> _Problem statement_: Among the lines below, copy exactly those from the one with "bound by any" through the one with "if isinstance(node, ast.ImportFrom) and", counting both ends.
--- Given data Enclosed Below ---
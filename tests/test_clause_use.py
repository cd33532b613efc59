"""engine/codes is the one home of the equations, constants and rules, and production uses them.

Every public function, class and constant defined in engine/codes must be reached by production
code (engine/ outside codes, fieldcomp/): imported and referenced there, or used by a codes
definition that is. A public name nothing reaches is either dead or re-implemented somewhere
else. The check reads the source with `ast` and executes nothing; names are matched by spelling
(a local variable spelled like a codes definition counts as a use), so it can miss an unused
name but never reports a used one.
"""

from __future__ import annotations

import ast
from pathlib import Path

ROOT = Path(__file__).resolve().parents[1]
CODES = "engine.codes"

# Public names production need not reach, each with the reason.
ALLOWED_UNUSED = {
    # Cb of segments given by their ends, for any caller; production's segments come from brace
    # points through `unbraced_segments`, which shares its kernel (`_segment_moments`, Eq. F1-1).
    "engine.codes.aisc360_22.f_flexure.cb_for_segment",
}


def _module(path: Path) -> str:
    parts = path.relative_to(ROOT).with_suffix("").parts
    return ".".join(parts[:-1] if parts[-1] == "__init__" else parts)


def _sources(*folders: str) -> dict[str, ast.Module]:
    return {_module(p): ast.parse(p.read_text(), str(p))
            for folder in folders for p in sorted((ROOT / folder).rglob("*.py"))}


def _in_codes(module: str) -> bool:
    return module == CODES or module.startswith(CODES + ".")


def _imports(tree: ast.Module) -> tuple[dict[str, tuple[str, str]], dict[str, str]]:
    """Names bound by `from engine.codes... import` ({alias: (module, name)}) and codes modules
    bound by any import ({alias: module}) anywhere in `tree`."""
    names: dict[str, tuple[str, str]] = {}
    modules: dict[str, str] = {}
    for node in ast.walk(tree):
        if isinstance(node, ast.ImportFrom) and node.module and _in_codes(node.module):
            for a in node.names:
                names[a.asname or a.name] = (node.module, a.name)
        elif isinstance(node, ast.Import):
            for a in node.names:
                if _in_codes(a.name) and a.asname:
                    modules[a.asname] = a.name
    return names, modules


def _references(node: ast.AST, names: dict[str, tuple[str, str]], modules: dict[str, str],
                known: set[str]) -> set[tuple[str, str]]:
    """(module, name) of every codes definition `node` refers to: imported names it loads and
    `module.name` attributes (module bound by `import ... as` or imported from a codes package)."""
    found = set()
    for sub in ast.walk(node):
        if isinstance(sub, ast.Name) and isinstance(sub.ctx, ast.Load) and sub.id in names:
            found.add(names[sub.id])
        elif isinstance(sub, ast.Attribute) and isinstance(sub.value, ast.Name):
            base = sub.value.id
            module = modules.get(base) or (".".join(names[base]) if base in names else None)
            if module in known:
                found.add((module, sub.attr))
    return found


def _definitions(tree: ast.Module) -> dict[str, ast.AST]:
    """Top-level functions, classes and assigned names of a module."""
    defs: dict[str, ast.AST] = {}
    for node in tree.body:
        if isinstance(node, (ast.FunctionDef, ast.ClassDef)):
            defs[node.name] = node
        elif isinstance(node, ast.Assign):
            for target in node.targets:
                for leaf in ast.walk(target):
                    if isinstance(leaf, ast.Name):
                        defs[leaf.id] = node
        elif isinstance(node, ast.AnnAssign) and isinstance(node.target, ast.Name):
            defs[node.target.id] = node
    return defs


def _reached() -> tuple[set[tuple[str, str]], set[tuple[str, str]]]:
    """(every public codes definition, those production reaches)."""
    codes = _sources("engine/codes")
    production = {m: t for m, t in _sources("engine", "fieldcomp").items() if not _in_codes(m)}
    defs = {m: _definitions(t) for m, t in codes.items()}
    known = set(codes)
    frontier = set()
    for tree in production.values():
        names, modules = _imports(tree)
        frontier |= _references(tree, names, modules, known)
    reached: set[tuple[str, str]] = set()
    while frontier:
        module, name = frontier.pop()
        if (module, name) in reached or name not in defs.get(module, {}):
            continue
        reached.add((module, name))
        names, modules = _imports(codes[module])
        names = {**{n: (module, n) for n in defs[module]}, **names}  # its own names, then imports
        frontier |= _references(defs[module][name], names, modules, known)
    public = {(m, n) for m, d in defs.items() for n in d if not n.startswith("_")}
    return public, reached


def test_every_public_clause_definition_is_used_by_production():
    public, reached = _reached()
    unused = sorted(f"{m}.{n}" for m, n in public - reached if f"{m}.{n}" not in ALLOWED_UNUSED)
    assert unused == [], f"defined in engine/codes but not used by engine/ or fieldcomp/: {unused}"


def test_allowed_unused_names_exist_and_are_unused():
    public, reached = _reached()
    names = {f"{m}.{n}" for m, n in public}
    assert ALLOWED_UNUSED <= names  # no stale entry
    assert not ALLOWED_UNUSED & {f"{m}.{n}" for m, n in reached}  # production uses it: drop the entry


def test_codes_import_nothing_else_from_engine():
    for module, tree in _sources("engine/codes").items():
        for node in ast.walk(tree):
            targets = ([a.name for a in node.names] if isinstance(node, ast.Import)
                       else [node.module or ""] if isinstance(node, ast.ImportFrom) else [])
            outside = [t for t in targets if t.split(".")[0] == "engine" and not _in_codes(t)]
            assert not outside, f"{module} imports {outside}: engine/codes may import only engine/codes"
--- End of Enclosed Given data ---
> _Worked solution_:
    bound by any import ({alias: module}) anywhere in `tree`."""
    names: dict[str, tuple[str, str]] = {}
    modules: dict[str, str] = {}
    for node in ast.walk(tree):
        if isinstance(node, ast.ImportFrom) and node.module and _in_codes(node.module):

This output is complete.